About this task =>
Please look for the string "after" below and report every line in which it occurs.
Given data section start
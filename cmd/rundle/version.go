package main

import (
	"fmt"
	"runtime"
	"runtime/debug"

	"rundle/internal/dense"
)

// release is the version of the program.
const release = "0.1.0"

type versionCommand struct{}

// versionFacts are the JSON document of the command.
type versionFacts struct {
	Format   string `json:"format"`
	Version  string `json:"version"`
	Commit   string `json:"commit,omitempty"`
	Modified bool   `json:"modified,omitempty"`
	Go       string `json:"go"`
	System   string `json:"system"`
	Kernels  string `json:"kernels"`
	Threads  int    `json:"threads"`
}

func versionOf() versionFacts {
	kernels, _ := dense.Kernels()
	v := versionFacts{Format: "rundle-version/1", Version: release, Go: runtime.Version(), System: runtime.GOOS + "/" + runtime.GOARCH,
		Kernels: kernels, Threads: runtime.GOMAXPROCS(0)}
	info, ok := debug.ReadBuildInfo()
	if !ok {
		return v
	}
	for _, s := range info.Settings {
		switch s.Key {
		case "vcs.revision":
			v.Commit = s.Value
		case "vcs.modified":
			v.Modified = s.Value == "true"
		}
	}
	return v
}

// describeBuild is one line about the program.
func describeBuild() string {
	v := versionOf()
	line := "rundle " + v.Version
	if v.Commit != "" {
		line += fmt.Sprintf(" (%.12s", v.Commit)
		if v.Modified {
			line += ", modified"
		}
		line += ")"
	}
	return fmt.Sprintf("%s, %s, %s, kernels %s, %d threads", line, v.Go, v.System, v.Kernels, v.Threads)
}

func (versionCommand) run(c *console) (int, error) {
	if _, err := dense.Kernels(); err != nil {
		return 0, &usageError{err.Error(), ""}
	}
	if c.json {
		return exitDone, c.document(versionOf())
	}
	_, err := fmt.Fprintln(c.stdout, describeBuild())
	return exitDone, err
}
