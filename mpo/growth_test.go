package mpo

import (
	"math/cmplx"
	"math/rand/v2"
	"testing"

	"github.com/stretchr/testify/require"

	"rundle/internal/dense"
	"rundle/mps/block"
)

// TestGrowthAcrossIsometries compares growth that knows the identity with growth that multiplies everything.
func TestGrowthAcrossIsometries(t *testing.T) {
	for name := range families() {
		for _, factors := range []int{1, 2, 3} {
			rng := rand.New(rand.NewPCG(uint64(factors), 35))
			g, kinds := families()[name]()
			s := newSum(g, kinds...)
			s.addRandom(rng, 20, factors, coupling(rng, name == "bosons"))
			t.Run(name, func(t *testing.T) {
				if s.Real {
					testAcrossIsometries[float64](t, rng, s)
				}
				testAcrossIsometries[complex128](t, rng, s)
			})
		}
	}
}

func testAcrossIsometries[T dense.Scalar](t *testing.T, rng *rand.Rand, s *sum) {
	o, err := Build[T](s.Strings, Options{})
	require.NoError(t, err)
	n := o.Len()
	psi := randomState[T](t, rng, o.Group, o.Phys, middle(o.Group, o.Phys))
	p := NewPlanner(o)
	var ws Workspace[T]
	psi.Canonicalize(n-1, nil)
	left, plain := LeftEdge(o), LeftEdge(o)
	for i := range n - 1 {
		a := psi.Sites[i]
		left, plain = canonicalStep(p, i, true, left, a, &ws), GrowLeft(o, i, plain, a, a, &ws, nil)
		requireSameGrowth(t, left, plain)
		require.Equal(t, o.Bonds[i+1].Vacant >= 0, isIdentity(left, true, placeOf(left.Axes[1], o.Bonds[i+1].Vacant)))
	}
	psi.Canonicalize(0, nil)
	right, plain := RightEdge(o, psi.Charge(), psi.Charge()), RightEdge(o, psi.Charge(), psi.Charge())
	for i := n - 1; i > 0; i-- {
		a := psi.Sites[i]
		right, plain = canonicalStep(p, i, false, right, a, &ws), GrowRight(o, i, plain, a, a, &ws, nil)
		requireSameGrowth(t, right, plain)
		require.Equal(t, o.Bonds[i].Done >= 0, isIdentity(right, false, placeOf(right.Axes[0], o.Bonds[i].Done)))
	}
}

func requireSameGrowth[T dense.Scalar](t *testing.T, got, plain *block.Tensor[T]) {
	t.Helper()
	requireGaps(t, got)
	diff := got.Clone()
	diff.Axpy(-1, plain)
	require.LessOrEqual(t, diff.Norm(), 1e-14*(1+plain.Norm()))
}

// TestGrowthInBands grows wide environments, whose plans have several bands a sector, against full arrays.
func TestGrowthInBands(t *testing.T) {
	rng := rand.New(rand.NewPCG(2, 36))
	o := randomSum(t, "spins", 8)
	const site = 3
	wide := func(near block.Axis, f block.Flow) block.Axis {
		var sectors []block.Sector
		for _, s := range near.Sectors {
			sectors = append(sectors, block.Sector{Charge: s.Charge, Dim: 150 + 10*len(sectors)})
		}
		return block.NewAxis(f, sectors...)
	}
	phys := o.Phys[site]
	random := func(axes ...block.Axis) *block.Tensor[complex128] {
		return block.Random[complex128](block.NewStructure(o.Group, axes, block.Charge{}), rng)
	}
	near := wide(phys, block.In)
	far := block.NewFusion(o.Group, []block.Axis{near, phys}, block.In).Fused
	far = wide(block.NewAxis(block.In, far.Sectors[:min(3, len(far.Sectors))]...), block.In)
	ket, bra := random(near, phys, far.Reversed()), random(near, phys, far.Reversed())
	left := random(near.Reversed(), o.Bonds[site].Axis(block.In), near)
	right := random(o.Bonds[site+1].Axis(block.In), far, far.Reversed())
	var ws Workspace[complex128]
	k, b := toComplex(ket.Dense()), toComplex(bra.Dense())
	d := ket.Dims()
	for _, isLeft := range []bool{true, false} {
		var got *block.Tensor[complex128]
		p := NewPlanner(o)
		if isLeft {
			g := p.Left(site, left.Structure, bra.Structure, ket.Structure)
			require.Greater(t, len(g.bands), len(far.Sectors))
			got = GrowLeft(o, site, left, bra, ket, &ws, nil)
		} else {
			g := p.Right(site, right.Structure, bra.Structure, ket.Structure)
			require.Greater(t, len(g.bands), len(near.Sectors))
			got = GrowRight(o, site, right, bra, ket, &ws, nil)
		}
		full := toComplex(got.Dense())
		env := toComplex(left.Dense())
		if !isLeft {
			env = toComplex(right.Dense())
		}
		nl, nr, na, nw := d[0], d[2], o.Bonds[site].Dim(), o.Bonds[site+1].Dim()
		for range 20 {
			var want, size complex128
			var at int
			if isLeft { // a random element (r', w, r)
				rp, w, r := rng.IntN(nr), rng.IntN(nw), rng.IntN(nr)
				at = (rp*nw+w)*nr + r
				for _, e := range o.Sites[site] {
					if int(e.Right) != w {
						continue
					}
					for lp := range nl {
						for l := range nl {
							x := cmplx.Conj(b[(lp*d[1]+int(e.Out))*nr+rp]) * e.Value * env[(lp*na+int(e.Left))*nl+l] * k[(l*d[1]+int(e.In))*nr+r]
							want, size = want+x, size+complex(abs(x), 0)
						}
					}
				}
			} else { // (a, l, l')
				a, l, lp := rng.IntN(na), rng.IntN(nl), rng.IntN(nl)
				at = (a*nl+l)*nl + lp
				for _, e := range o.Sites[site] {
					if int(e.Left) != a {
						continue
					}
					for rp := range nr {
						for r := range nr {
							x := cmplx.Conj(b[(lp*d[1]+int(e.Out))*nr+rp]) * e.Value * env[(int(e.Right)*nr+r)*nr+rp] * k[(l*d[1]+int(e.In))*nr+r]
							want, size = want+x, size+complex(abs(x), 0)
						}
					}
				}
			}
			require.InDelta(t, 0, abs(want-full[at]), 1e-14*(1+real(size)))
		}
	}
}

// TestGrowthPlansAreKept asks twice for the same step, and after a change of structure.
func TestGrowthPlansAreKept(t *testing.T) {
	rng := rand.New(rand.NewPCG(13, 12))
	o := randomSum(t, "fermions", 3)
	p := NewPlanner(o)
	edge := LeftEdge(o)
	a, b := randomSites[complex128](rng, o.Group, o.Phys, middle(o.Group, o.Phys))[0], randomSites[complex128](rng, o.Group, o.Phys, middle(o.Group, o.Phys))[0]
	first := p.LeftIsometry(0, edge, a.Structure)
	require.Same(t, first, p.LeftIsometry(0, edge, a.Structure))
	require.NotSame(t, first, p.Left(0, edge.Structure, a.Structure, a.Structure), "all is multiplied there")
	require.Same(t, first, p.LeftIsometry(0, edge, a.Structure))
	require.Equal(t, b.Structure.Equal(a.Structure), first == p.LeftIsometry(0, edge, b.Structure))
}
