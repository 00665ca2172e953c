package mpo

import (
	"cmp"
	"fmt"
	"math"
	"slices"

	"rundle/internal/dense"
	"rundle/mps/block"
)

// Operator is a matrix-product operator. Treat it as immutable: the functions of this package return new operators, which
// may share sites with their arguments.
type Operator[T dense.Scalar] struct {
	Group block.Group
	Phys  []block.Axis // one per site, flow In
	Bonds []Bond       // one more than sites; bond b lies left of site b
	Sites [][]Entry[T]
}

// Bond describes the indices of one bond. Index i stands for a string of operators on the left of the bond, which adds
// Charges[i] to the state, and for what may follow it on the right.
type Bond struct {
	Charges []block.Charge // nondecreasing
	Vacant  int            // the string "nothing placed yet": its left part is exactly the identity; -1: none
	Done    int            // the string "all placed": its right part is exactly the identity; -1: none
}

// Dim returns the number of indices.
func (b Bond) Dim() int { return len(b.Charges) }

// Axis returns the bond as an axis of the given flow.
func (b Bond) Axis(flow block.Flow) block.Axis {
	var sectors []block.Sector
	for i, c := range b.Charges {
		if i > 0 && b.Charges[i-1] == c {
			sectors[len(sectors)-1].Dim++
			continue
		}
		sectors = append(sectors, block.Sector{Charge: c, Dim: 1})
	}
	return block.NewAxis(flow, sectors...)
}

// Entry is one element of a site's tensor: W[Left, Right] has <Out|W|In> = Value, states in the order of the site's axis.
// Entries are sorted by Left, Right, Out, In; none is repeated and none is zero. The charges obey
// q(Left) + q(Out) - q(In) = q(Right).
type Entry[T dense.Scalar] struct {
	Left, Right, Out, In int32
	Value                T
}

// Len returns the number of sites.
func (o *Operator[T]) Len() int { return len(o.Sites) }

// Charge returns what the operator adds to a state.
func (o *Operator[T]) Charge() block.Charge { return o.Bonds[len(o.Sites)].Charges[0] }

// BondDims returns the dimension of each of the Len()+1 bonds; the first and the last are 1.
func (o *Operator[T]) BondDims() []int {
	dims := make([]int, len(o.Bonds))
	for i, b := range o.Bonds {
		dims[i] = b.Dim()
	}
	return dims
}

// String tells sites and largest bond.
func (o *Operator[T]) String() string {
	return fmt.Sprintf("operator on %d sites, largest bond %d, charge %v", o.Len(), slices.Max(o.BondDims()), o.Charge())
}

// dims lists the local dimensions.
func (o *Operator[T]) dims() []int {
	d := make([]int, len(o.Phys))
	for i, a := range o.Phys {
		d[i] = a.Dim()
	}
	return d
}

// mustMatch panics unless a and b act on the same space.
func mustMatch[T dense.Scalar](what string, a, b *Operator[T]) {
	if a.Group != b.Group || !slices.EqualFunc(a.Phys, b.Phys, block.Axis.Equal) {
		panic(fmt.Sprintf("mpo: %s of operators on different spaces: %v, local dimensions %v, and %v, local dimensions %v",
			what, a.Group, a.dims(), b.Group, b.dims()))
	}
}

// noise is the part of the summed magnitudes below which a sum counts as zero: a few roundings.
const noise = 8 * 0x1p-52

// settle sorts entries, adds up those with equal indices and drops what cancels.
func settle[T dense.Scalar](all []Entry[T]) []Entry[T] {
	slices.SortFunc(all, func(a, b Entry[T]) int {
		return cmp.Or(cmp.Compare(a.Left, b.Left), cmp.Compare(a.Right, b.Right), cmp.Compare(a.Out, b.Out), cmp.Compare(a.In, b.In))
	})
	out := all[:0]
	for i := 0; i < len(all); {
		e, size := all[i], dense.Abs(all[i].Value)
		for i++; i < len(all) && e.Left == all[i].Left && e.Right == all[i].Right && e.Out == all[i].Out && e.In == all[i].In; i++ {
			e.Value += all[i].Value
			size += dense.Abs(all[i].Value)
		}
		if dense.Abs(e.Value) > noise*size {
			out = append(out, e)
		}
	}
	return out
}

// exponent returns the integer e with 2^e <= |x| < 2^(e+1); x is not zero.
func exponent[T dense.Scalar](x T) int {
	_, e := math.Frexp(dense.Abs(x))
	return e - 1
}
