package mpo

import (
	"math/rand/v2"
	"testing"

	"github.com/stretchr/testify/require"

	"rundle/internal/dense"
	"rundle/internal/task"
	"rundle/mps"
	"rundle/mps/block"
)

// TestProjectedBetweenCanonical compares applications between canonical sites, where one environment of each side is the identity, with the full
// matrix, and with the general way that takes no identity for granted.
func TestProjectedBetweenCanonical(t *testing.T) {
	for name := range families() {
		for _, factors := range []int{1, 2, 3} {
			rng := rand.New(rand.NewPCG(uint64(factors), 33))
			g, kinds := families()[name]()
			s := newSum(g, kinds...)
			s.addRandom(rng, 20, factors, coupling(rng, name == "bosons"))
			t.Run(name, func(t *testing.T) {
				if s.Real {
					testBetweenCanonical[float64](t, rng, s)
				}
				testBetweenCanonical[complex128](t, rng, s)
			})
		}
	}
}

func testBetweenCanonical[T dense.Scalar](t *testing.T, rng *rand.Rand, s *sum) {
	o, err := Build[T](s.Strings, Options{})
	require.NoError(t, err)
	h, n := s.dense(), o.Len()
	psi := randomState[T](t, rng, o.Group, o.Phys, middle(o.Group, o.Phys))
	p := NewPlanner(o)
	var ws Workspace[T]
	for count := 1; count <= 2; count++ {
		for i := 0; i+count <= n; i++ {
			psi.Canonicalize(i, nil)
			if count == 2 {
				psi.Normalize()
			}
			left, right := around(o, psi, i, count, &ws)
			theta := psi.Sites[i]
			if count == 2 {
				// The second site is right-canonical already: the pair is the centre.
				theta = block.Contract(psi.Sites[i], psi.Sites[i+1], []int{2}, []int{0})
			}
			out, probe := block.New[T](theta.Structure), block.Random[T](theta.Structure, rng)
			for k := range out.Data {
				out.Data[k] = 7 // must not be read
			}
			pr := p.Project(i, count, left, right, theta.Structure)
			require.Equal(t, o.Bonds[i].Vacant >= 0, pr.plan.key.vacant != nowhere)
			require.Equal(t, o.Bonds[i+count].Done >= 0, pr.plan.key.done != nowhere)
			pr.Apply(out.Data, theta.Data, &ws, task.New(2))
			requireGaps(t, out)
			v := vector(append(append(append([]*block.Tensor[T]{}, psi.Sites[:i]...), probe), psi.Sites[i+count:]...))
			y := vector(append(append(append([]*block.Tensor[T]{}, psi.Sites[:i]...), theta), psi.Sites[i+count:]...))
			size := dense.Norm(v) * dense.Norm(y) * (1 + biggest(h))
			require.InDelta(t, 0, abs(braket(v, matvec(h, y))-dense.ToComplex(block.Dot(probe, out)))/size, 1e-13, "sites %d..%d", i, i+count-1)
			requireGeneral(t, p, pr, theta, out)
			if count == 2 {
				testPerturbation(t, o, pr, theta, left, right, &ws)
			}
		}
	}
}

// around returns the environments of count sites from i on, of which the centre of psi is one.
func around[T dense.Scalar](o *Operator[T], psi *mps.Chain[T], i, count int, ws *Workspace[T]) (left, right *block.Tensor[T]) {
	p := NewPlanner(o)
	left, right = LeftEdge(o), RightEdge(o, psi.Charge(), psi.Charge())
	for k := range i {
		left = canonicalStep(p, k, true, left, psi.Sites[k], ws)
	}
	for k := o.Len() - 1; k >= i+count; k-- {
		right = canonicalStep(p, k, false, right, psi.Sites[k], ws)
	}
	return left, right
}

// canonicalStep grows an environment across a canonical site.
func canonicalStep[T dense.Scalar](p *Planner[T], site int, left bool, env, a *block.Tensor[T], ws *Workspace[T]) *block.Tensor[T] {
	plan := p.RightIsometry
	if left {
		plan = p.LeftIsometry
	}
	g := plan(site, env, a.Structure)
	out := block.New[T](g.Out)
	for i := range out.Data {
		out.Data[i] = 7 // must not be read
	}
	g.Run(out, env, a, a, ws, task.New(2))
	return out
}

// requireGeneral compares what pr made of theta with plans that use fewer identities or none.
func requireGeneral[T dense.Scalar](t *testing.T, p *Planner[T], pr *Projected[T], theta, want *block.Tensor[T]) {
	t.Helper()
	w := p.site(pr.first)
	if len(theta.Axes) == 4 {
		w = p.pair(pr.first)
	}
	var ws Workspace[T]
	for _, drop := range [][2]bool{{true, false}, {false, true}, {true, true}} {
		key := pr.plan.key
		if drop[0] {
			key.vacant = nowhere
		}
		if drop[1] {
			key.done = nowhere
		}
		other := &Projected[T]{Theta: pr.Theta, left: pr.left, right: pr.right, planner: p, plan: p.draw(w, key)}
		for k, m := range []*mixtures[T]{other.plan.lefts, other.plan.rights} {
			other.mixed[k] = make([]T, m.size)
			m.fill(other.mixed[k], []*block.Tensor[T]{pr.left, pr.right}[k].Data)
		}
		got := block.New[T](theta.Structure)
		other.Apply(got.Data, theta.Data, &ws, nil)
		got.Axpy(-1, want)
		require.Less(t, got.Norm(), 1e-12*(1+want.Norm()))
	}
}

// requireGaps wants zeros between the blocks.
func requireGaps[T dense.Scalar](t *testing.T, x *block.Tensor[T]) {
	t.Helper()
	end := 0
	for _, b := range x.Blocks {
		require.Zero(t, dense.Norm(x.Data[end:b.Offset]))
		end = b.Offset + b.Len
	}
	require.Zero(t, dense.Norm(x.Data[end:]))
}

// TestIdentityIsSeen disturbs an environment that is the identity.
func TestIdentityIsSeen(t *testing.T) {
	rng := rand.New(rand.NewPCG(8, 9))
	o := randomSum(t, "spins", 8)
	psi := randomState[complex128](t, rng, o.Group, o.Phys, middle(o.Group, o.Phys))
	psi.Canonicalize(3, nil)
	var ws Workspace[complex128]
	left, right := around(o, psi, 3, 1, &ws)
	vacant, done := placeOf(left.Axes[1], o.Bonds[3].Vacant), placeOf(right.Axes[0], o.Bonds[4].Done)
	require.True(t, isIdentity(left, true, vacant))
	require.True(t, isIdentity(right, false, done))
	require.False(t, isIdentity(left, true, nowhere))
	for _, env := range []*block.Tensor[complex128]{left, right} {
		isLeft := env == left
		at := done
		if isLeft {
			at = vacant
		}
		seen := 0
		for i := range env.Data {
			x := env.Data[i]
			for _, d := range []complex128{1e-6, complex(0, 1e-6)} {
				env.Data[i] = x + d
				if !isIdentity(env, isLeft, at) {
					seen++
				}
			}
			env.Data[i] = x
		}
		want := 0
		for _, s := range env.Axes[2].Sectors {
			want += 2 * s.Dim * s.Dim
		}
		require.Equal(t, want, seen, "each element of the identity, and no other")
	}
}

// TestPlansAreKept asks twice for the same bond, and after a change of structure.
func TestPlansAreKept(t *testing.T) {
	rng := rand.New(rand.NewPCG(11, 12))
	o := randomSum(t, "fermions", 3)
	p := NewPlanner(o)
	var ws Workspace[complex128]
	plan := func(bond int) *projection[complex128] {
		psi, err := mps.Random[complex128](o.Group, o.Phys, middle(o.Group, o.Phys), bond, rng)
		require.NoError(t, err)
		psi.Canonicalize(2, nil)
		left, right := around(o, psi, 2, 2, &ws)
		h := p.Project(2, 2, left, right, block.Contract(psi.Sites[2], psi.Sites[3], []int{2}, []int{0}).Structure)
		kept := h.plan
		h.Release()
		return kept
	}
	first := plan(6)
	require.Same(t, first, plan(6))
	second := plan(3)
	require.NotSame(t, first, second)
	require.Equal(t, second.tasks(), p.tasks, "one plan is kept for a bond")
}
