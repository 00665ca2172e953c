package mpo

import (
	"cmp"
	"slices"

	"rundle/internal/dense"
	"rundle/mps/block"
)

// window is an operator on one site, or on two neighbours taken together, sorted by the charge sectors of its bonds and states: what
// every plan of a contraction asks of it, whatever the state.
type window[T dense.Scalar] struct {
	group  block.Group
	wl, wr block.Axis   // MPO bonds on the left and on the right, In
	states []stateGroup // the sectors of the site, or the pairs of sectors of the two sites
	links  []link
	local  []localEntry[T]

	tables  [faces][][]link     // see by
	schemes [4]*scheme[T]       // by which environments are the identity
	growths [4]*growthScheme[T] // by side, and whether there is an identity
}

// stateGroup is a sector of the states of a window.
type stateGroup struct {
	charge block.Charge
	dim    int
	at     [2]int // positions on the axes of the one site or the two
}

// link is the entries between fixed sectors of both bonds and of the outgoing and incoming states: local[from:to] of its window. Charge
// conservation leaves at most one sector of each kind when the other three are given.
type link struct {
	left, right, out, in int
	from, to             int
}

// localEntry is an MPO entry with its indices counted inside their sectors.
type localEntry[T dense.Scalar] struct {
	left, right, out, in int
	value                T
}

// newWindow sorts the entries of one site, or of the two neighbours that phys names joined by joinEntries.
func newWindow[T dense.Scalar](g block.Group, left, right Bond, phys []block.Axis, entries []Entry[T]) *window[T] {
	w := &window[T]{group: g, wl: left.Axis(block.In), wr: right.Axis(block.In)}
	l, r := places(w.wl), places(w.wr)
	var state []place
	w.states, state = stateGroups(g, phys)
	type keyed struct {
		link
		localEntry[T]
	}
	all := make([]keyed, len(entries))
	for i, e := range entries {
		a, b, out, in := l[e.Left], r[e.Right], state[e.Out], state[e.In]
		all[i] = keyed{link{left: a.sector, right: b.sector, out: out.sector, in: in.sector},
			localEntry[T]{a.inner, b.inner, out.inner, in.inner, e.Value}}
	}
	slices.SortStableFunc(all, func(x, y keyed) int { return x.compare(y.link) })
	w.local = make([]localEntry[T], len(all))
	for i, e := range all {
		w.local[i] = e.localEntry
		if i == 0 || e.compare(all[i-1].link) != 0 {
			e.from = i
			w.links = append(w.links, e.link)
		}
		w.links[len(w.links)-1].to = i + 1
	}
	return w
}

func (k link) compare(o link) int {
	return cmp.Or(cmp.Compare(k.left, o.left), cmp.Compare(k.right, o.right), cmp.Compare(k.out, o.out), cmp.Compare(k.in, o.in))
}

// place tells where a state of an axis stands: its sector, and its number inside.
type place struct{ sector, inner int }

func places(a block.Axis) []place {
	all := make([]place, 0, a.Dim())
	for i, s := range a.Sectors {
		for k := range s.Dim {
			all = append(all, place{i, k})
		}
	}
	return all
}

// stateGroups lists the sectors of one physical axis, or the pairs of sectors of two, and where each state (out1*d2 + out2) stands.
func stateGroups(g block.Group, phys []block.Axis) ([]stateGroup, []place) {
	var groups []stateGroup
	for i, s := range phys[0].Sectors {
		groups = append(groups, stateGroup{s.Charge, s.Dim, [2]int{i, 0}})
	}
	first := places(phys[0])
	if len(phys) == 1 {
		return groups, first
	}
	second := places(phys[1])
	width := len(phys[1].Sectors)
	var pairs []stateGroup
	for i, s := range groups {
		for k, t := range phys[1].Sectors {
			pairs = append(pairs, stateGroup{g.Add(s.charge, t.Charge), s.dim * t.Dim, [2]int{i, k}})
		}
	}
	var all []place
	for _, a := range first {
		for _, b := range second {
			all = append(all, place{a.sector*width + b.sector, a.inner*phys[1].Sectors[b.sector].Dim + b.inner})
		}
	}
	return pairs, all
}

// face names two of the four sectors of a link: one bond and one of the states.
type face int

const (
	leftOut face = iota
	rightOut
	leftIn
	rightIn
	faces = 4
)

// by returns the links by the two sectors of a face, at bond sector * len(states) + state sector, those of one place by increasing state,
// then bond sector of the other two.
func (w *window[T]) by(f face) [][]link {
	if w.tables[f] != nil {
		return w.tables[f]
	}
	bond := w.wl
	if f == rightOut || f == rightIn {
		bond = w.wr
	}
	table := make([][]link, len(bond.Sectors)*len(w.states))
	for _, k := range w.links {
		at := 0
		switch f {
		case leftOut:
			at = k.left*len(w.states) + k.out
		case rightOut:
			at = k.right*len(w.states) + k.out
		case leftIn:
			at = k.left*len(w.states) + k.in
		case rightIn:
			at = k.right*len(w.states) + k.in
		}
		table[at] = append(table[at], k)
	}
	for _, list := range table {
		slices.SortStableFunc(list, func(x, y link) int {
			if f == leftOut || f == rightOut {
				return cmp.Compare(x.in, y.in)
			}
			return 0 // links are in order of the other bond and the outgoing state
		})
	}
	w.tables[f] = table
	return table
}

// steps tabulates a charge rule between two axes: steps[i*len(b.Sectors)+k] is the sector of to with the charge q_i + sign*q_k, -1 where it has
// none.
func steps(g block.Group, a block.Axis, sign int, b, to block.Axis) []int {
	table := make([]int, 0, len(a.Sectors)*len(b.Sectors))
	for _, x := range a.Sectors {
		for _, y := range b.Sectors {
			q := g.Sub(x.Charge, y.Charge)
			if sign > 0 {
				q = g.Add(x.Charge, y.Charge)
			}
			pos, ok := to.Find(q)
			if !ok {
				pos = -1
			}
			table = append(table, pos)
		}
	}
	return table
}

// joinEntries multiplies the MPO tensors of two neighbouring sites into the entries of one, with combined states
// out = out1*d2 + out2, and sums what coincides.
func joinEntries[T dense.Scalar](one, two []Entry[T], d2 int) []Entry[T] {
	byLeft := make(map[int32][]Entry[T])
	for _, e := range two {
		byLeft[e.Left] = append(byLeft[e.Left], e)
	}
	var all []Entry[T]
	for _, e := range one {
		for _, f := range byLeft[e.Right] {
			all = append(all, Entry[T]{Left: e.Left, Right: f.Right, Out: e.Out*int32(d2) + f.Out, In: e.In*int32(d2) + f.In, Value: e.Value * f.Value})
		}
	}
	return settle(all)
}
Given data section end
Output below =>
// TestGrowthPlansAreKept asks twice for the same step, and after a change of structure.
// TestPlansAreKept asks twice for the same bond, and after a change of structure.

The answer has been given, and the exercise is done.